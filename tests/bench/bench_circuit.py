"""Benchmarks of the circuit (run: pytest tests/bench/bench_circuit.py -m bench -s).

They PRINT ratios against references measured in the same process; none is a
timed pass/fail test. Layouts are generated, invented ones
(:func:`circuit_builders.ladder`: a line of 5 m sections with two feeders
each, two boosters on one supply, gapped on both rails between districts).

1. One incremental change (a bridge on at a district gap, update, bridge off,
   update) on layouts of about 50, 500 and 5,000 nodes, each as a ratio to a
   full sparse re-solve of the same layout, and the 5,000-node change against
   the 50-node one. The port columns of the bridge are computed on the first
   change (one triangular solve each) and cached, as the engine's repeated
   crossings of the same gap would use them.
2. The fault map of a 500-section layout: seconds, and its ratio to one full
   solve of the same network.
3. The update cost on a 500-section layout with 0, 10, 100 and 300 active
   loads (one load moved per update), as ratios to the 0-load update and to a
   full solve of the same state.
"""
from __future__ import annotations

import sys
import time
from pathlib import Path

import pytest

sys.path.insert(0, str(Path(__file__).resolve().parents[1]))

from circuit_builders import ladder  # noqa: E402
from sim.circuit import build_circuit  # noqa: E402
from sim.circuit.faultmap import fault_map  # noqa: E402

pytestmark = pytest.mark.bench


def _layout(target_nodes: int):
    n_sec = 2
    while True:
        scn = ladder(n_sec, length=5.0, boosters=2)
        c = build_circuit(scn, grid_m=1.0)
        if c.n_nodes >= target_nodes or n_sec > 10000:
            return scn, c
        n_sec = max(n_sec + 1, int(n_sec * target_nodes / c.n_nodes))


def _per_call_s(fn, min_time_s=0.3):
    fn()
    reps, t0 = 0, time.perf_counter()
    while True:
        fn()
        reps += 1
        dt = time.perf_counter() - t0
        if dt >= min_time_s and reps >= 5:
            return dt / reps


def test_bench_incremental_change_vs_full_resolve():
    results = {}
    for target in (50, 500, 5000):
        scn, c = _layout(target)
        gap = next(j.index for j in scn.track.joints if j.gaps == "both")

        def change():
            c.set_bridge("loco", gap, "both", 0.1)
            on = c.update()
            c.clear_bridge("loco")
            c.update()
            return on

        def full():
            c.set_bridge("loco", gap, "both", 0.1)
            c.solve()
            c.clear_bridge("loco")

        assert change().bridge_i_a["loco"] > 0.0
        t_inc = _per_call_s(change)
        t_full = _per_call_s(full)
        results[target] = (c.n_nodes, t_inc, t_full)
        print(f"\n{c.n_nodes:6d} nodes: incremental change {t_inc * 1e6:9.1f} us, "
              f"full re-solve {t_full * 1e6:9.1f} us, ratio incremental/full "
              f"{t_inc / t_full:.4f}")
    n50, n5k = results[50], results[5000]
    print(f"incremental change, {n5k[0]} nodes against {n50[0]} nodes: "
          f"ratio {n5k[1] / n50[1]:.2f} (target: at most 3)")


def test_bench_fault_map_500_sections():
    scn = ladder(500, length=5.0, boosters=10)
    t0 = time.perf_counter()
    fm = fault_map(scn, step_m=0.5)
    t_map = time.perf_counter() - t0
    c = build_circuit(scn, grid_m=0.5)
    t_solve = _per_call_s(c.solve, 0.5)
    print(f"\nfault map, 500 sections, {len(fm.points)} points, {c.n_nodes} nodes: "
          f"{t_map:.2f} s; one full solve {t_solve * 1e3:.2f} ms; ratio map/solve "
          f"{t_map / t_solve:.0f}")
    assert len(fm.rows) >= len(fm.points)


def test_bench_update_cost_with_many_active_loads():
    # 500 sections, 50 boosters on 10 supplies; n loads (30 ohm each, a train's
    # draw) at random places; one change = one load moved to a new random place,
    # then update(). Ratios to the 0-load change and to one full solve.
    import numpy as np

    scn = ladder(500, length=5.0, boosters=50, supplies=10)
    c = build_circuit(scn, grid_m=1.0)
    names = list(scn.track.sections)
    rng = np.random.default_rng(11)
    rows = {}
    for n_loads in (0, 10, 100, 300):
        for key in list(c.loads):
            c.clear_load(key)
        for i in range(n_loads):
            c.set_load(("ld", i), names[int(rng.integers(len(names)))],
                       float(rng.uniform(0.0, 5.0)), 30.0)
        c.update()

        def change():
            if n_loads:
                c.set_load(("ld", int(rng.integers(n_loads))), names[int(rng.integers(len(names)))],
                           float(rng.uniform(0.0, 5.0)), 30.0)
            return c.update()

        assert len(change().load_i_a) == n_loads
        t_upd = _per_call_s(change)
        t_full = _per_call_s(c.solve)
        rows[n_loads] = (t_upd, t_full)
    t0 = rows[0][0]
    print(f"\nupdate cost, 500 sections ({c.n_nodes} nodes), one load moved per update:")
    for n_loads, (t_upd, t_full) in rows.items():
        print(f"  {n_loads:3d} active loads: update {t_upd * 1e3:8.3f} ms, full solve "
              f"{t_full * 1e3:8.3f} ms; ratio to 0 loads {t_upd / t0:7.1f}, "
              f"ratio update/full {t_upd / t_full:.3f}")
    print(f"  re-factorings (folds) {c.rebases}, parts factored {c.parts_factored}")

EXERCISE OBJECTIVE - For the material above, state the number of lines that include the word "results". Leave out everything else.

RESULT OF THE TASK - 3